# Abo-Angebote: Prolimatech Megahalems CPU-Kühler jetzt auch im 47,88 Euro teuren Magazin-Abo als Prämie wählbar [Anzeige]



## PCGH-Redaktion (27. März 2010)

*Abo-Angebote: Prolimatech Megahalems CPU-Kühler jetzt auch im 47,88 Euro teuren Magazin-Abo als Prämie wählbar [Anzeige]*

Jetzt ist Ihre Meinung zu Abo-Angebote: Prolimatech Megahalems CPU-Kühler jetzt auch im 47,88 Euro teuren Magazin-Abo als Prämie wählbar [Anzeige] gefragt. Beachten Sie dabei unsere Forenregeln.




			Dieser Inhalt steht nur eingeloggten Mitgliedern zur Verfügung.
        

 Zurück zum Artikel: Abo-Angebote: Prolimatech Megahalems CPU-Kühler jetzt auch im 47,88 Euro teuren Magazin-Abo als Prämie wählbar [Anzeige]


----------



## goliath (27. März 2010)

*Abo-Angebote: Prolimatech Megahalems CPU-Kühler jetzt auch im 47,88 Euro teuren Magazin-Abo als Prämie wählbar [Anzeige]*

Hi,

also ich kann Euch leider NUR schlechte Erfahrungen mit der Abo-Betreuung berichten !!!

Wir haben nämlich Ende November 2009 ein 2-Jahres-Abo der PCGH abgeschlossen mit der Prämie BeQuiet Netzteil.

Wir haben jetzt Ende März 2010, UND die Prämie ist BIS HEUTE IMMER NOCH NICHT VERSCHICKT !!! 

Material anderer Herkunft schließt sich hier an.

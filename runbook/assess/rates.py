"""How fast a step warms, cools and lets down, against what parts are said to bear.

Rates that an author states are the author's; without one the fastest that the source, the room or the hole can do
counts. A part that states no rate is not judged; one whose rate is `not known` is never within limits.
"""

from __future__ import annotations

from collections.abc import Iterable, Sequence

from runbook.answers import Corner, Judgement, Margin
from runbook.assess.judging import NARROW_SHARE, judge
from runbook.assess.scene import Scene
from runbook.assess.walk import VesselState, Walked, by_source
from runbook.charge.letdown import Contents, Hole, LetDown
from runbook.errors import OutsideValidity
from runbook.procedure.model import CoolTo, LetDownTo, WarmTo
from runbook.quantities import NotKnown, Range

TEMPERATURE, PRESSURE = "temperature rate", "pressure rate"
"""Kinds of these margins."""
CONNECTED = ("on", "do not know")
_SHARE = 1e-4
"""Of the charge, let out to see how the pressure begins to fall [1]."""


def rate_margins(scene: Scene, line: Walked) -> Iterable[Margin]:
    """Margins of a line's rates, at its fastest; causes 'this step' and 'heat stuck on'."""
    parts = [p for p in scene.apparatus.components if p.space == scene.charge_space]
    thermal = [(p.tag, p.temperature_rate) for p in parts if p.temperature_rate is not None]
    hydraulic = [(p.tag, p.pressure_rate) for p in parts if p.pressure_rate is not None]
    if thermal:
        step = temperature_rate(scene, line)
        if step > 0.0:
            yield from _against(scene, TEMPERATURE, "this step", step, "K/s", thermal)
        stuck = _full_power(scene, line.during)
        if stuck > 0.0:
            yield from _against(scene, TEMPERATURE, "heat stuck on", stuck, "K/s", thermal)
    if hydraulic and line.lets_down and line.before.closed:
        yield from _against(scene, PRESSURE, "this step", falling(scene, line), "Pa/s", hydraulic)


def temperature_rate(scene: Scene, line: Walked) -> float:
    """Fastest that a line changes the temperature of the wall [K/s]; an upper bound, nothing is integrated."""
    body, verb = scene.apparatus.body, line.verb
    if isinstance(verb, WarmTo | CoolTo):
        if line.rate > 0.0:
            return line.rate
        if isinstance(verb, WarmTo) and by_source(scene, verb):
            return _full_power(scene, line.during)
        gap = max(scene.room_hottest - line.before.cold, line.before.hot - scene.room_coldest)
        return gap * body.loss_to_room.high / body.heat_capacity.low
    if line.lets_down and line.before.closed:
        # What boils away takes its heat from the wall through one coupling, from a fluid as cold as it can become.
        return (line.before.hot - line.during.cold) * body.from_fluid.high / body.heat_capacity.low
    return 0.0


def falling(scene: Scene, line: Walked) -> float | None:
    """How fast pressure begins to fall when the valve is opened wide [Pa/s]; None: the bore is not stated, or no model.

    Of the most charge at its hottest: there it stands highest, and falls fastest.
    """
    tag = line.verb.through if isinstance(line.verb, LetDownTo) else ""
    valve = next((v for v in scene.apparatus.valves if v.tag == tag), None)
    if valve is None or valve.bore is None:
        return None
    volume = scene.volume[0]
    try:
        begin = scene.substance.state(line.before.hot, line.before.high_kg / volume)
        if begin.internal_energy is None:
            return None
        down = LetDown(scene.substance, volume)
        leaving = down.leaving(begin, Hole(valve.bore.high, valve.port), scene.barometer.low_Pa)
        gone = _SHARE * line.before.high_kg
        left = line.before.high_kg - gone
        energy = (line.before.high_kg * begin.internal_energy - gone * leaving.enthalpy) / left
        after = down.state(Contents(left, energy))
    except OutsideValidity:
        return None
    return (begin.pressure - after.pressure) * leaving.flow / gone


def _full_power(scene: Scene, state: VesselState) -> float:
    """Of a source that gives all it can [K/s]; zero where none is on."""
    source, body = scene.apparatus.heat_source, scene.apparatus.body
    if source is None or state.source not in CONNECTED:
        return 0.0
    return source.power.high / (body.heat_capacity.low + source.heat_capacity.low)


def _against(
    scene: Scene,
    kind: str,
    cause: str,
    worst: float | None,
    unit: str,
    parts: Sequence[tuple[str, Range | NotKnown]],
) -> Iterable[Margin]:
    at = Corner(None, scene.volume[0], scene.room_hottest)
    for tag, bears in parts:
        if worst is None or isinstance(bears, NotKnown) or bears.high is None:
            known = worst is not None
            why = f"the {kind} that {tag} bears is not known" if known else "how fast it falls cannot be computed"
            yield Margin(tag, kind, cause, worst, None, None, unit, Judgement.BLOCKED, at, why=why)
            continue
        margin = bears.high - worst
        yield Margin(tag, kind, cause, worst, bears.high, margin, unit, judge(margin, NARROW_SHARE * bears.high), at)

Ich habe schon mind. 15 mal in der Hotline angerufen, man wird immer vertröstet wie "Die Kollegen der Versandabteilung kümmern sich sofort darum" oder "Die Kollegen melden sich auf j.Fall bei Ihnen per Telefon, oder per mail" 

UND ?!

NICHTS !!!
Kein Ar..... ruft zurück, kein A.... mailt !

Ich finde es eine Frechheit einen so zu veräppeln !

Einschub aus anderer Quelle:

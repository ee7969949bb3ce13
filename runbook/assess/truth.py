"""Whether what an author says will be seen is what will be seen, and whether anybody is told of what is crossed.

Words are judged only where they claim something that can be computed: that the surface fades in place, that liquid
reaches the top, that the last liquid goes, at a temperature. Everything else is the author's own business.
"""

from __future__ import annotations

import re
from collections.abc import Iterator, Sequence
from dataclasses import dataclass

from runbook.answers import Finding
from runbook.assess.boxes import viewed_shape
from runbook.assess.scene import Scene
from runbook.assess.sights import not_to_come
from runbook.assess.sights.lines import asked_for
from runbook.assess.sights.marks import is_seen, window_of
from runbook.assess.walk import Walked
from runbook.charge.meniscus import Ending, ending
from runbook.fluids.optics import haze_known
from runbook.procedure.document import Place
from runbook.procedure.model import DoStep, WarmTo

_CLAIMS = (
    ("in place", re.compile(r"\b(surface|meniscus)\b.*\b(fades?|vanish\w*|disappears?|is gone)\b", re.IGNORECASE)),
    ("top", re.compile(r"\bliquid\b.*\b(fills|reaches the top)\b|\b(surface|meniscus)\b.*\breaches the top\b", re.I)),
    ("bottom", re.compile(r"\b(last liquid|liquid)\b.*\b(goes|has gone|dries|is gone)\b", re.IGNORECASE)),
)
"""What an author may claim of the end of the surface, and how that is said."""
_DEGREES = re.compile(r"(-?[0-9]+(?:\.[0-9]+)?)\s*(?:degC|°C)")
_OUTSIDE = ("frost", "snow")
"""What an author may ask to be shown that is seen from outside."""
_CLOSE = 1.0
"""How far a temperature in words may be off [K]."""


@dataclass(frozen=True, slots=True)
class _Ends:
    """How the surface ends for the least and the most charge of the plan."""

    least: Ending
    most: Ending


def truth_findings(scene: Scene, lines: Sequence[Walked], places: Sequence[Place]) -> tuple[Finding, ...]:
    """Rules 'words and sight' and 'landmark unannounced'; places: line and column of each line of the procedure."""
    ends = _ends(scene)
    found: list[Finding] = []
    for line, at in zip(lines, places, strict=True):
        found += _asked(scene, line, at)
        if ends is None:
            continue
        if isinstance(line.verb, WarmTo) and line.during.closed:
            found += _said(ends, line, at)
            found += _crossed(ends, line, at)
    return tuple(found)


def _ends(scene: Scene) -> _Ends | None:
    low, high = scene.planned
    shape, window, volume = viewed_shape(scene), window_of(scene), scene.apparatus.volume.free.value
    if not low > 0.0 or not is_seen(scene):
        return None
    least, most = (ending(scene.substance, shape, window, m / volume) for m in (low, high))
    return None if least is None or most is None else _Ends(least, most)


def _said(ends: _Ends, line: Walked, at: Place) -> Iterator[Finding]:
    """What the author's words claim, against both ends of the tolerance."""
    step = line.step
    words = step.see.words if isinstance(step, DoStep) and step.see is not None else None
    if words is None:
        return
    claim = next((way for way, pattern in _CLAIMS if pattern.search(words)), None)
    if claim is None:
        return
    wrong = [(name, end) for name, end in (("least", ends.least), ("most", ends.most)) if end.way != claim]
    if wrong:
        which = "" if len(wrong) == 2 else f" with the {wrong[0][0]} charge"
        yield Finding(
            "words and sight", "warning", *at,
            f"step {line.number}: '{words}' is not what will be seen{which}: {_instead(wrong[-1][1])}",
        )  # fmt: skip
        return
    for number in _DEGREES.findall(words):
        kelvin = float(number) + 273.15
        if not ends.most.temperature - _CLOSE <= kelvin <= ends.least.temperature + _CLOSE and not (
            ends.least.temperature - _CLOSE <= kelvin <= ends.most.temperature + _CLOSE
        ):
            yield Finding(
                "words and sight", "warning", *at,
                f"step {line.number}: it says {number} degC; that falls at {ends.least.temperature - 273.15:.1f} degC",
            )  # fmt: skip


def _asked(scene: Scene, line: Walked, at: Place) -> Iterator[Finding]:
    """What the author asks the program to show, against what it computes along the step's path."""
    inside = [name for name in asked_for(line) if name not in _OUTSIDE]
    if inside and not is_seen(scene):
        yield Finding(
            "words and sight", "warning", *at,
            f"step {line.number}: '{inside[0]}' is not seen, this vessel has no 'window': say what is seen outside",
        )  # fmt: skip
        return
    if "haze" in inside and not haze_known(scene.substance):
        yield Finding(
            "words and sight", "advice", *at,
            f"step {line.number}: the haze of {scene.substance.name} is not computed, its amplitudes are not known: "
            "say it in 'words'",
        )  # fmt: skip
    missing, come = not_to_come(scene, line)
    for name in missing:
        yield Finding(
            "words and sight", "warning", *at,
            f"step {line.number}: '{name}' is not what will be seen; on this path there will be: {', '.join(come)}",
        )  # fmt: skip


def _crossed(ends: _Ends, line: Walked, at: Place) -> Iterator[Finding]:
    """The end of the surface passed in a step that tells nobody: no sight, no warning."""
    step = line.step
    if not isinstance(step, DoStep) or step.see is not None or step.warning is not None:
        return
    crossed = [e for e in (ends.least, ends.most) if line.before.cold < e.temperature <= line.during.hot]
    if crossed:
        yield Finding(
            "landmark unannounced", "warning", *at,
            f"step {line.number} passes {crossed[-1].temperature - 273.15:.1f} degC, where {_event(crossed[-1])}: "
            "say so in 'see', or warn of it",
        )  # fmt: skip


def _event(end: Ending) -> str:
    return {
        "in place": "the surface fades where it stands",
        "top": "liquid fills the vessel and the pressure climbs steeply",
        "bottom": "the last liquid goes",
    }[end.way]


def _instead(end: Ending) -> str:
    window = ""
    if end.way != "in place" and end.from_window is not None:
        window = f", out of the window from {end.from_window - 273.15:.1f} degC"
    return f"{_event(end)} at {end.temperature - 273.15:.1f} degC{window}"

Ich habe auch schon mehrfach bei der Hotline angedroht, die Lastschrift zurück gehen zu lassen. Das INTERESSIERT die noch nicht mal !

Kommt nur das Standard blabla, die Kollegen der Versandabteilung melden sich 

Habe bereits dem Chef-Redakteur hier ne email geschrieben vor ca. 3 Wochen, aber noch keine Reaktion.

Sorry Leute, aber ich muss meinem Frust auch mal ablassen 

Ich hoffe, dass es nur ein Einzelfall ist !

gruß


----------



## T-MAXX (27. März 2010)

*AW: Abo-Angebote: Prolimatech Megahalems CPU-Kühler jetzt auch im 47,88 Euro teuren Magazin-Abo als Prämie wählbar [Anzeige]*

Andere Träger machen es genauso.

Es dient nur dem Kundenfang. Alles andere zählt nun mal nicht.
Wer sich fangen lässt, ist wahrlich leider selber Schuld.


----------



## keck04 (27. März 2010)

*AW: Abo-Angebote: Prolimatech Megahalems CPU-Kühler jetzt auch im 47,88 Euro teuren Magazin-Abo als Prämie wählbar [Anzeige]*

wäre ja interessant zu wissen wie die Wartezeit bei anderen Prämien ist, vorallem beim hier angebotenen Prolimatech Megahalems


----------



## goliath (27. März 2010)

*AW: Abo-Angebote: Prolimatech Megahalems CPU-Kühler jetzt auch im 47,88 Euro teuren Magazin-Abo als Prämie wählbar [Anzeige]*



keck04 schrieb:


> wäre ja interessant zu wissen wie die Wartezeit bei anderen Prämien ist, vorallem beim hier angebotenen Prolimatech Megahalems



Es geht nicht um Wartezeiten, sondern dass die einem am Telefon nicht ernst nehmen. 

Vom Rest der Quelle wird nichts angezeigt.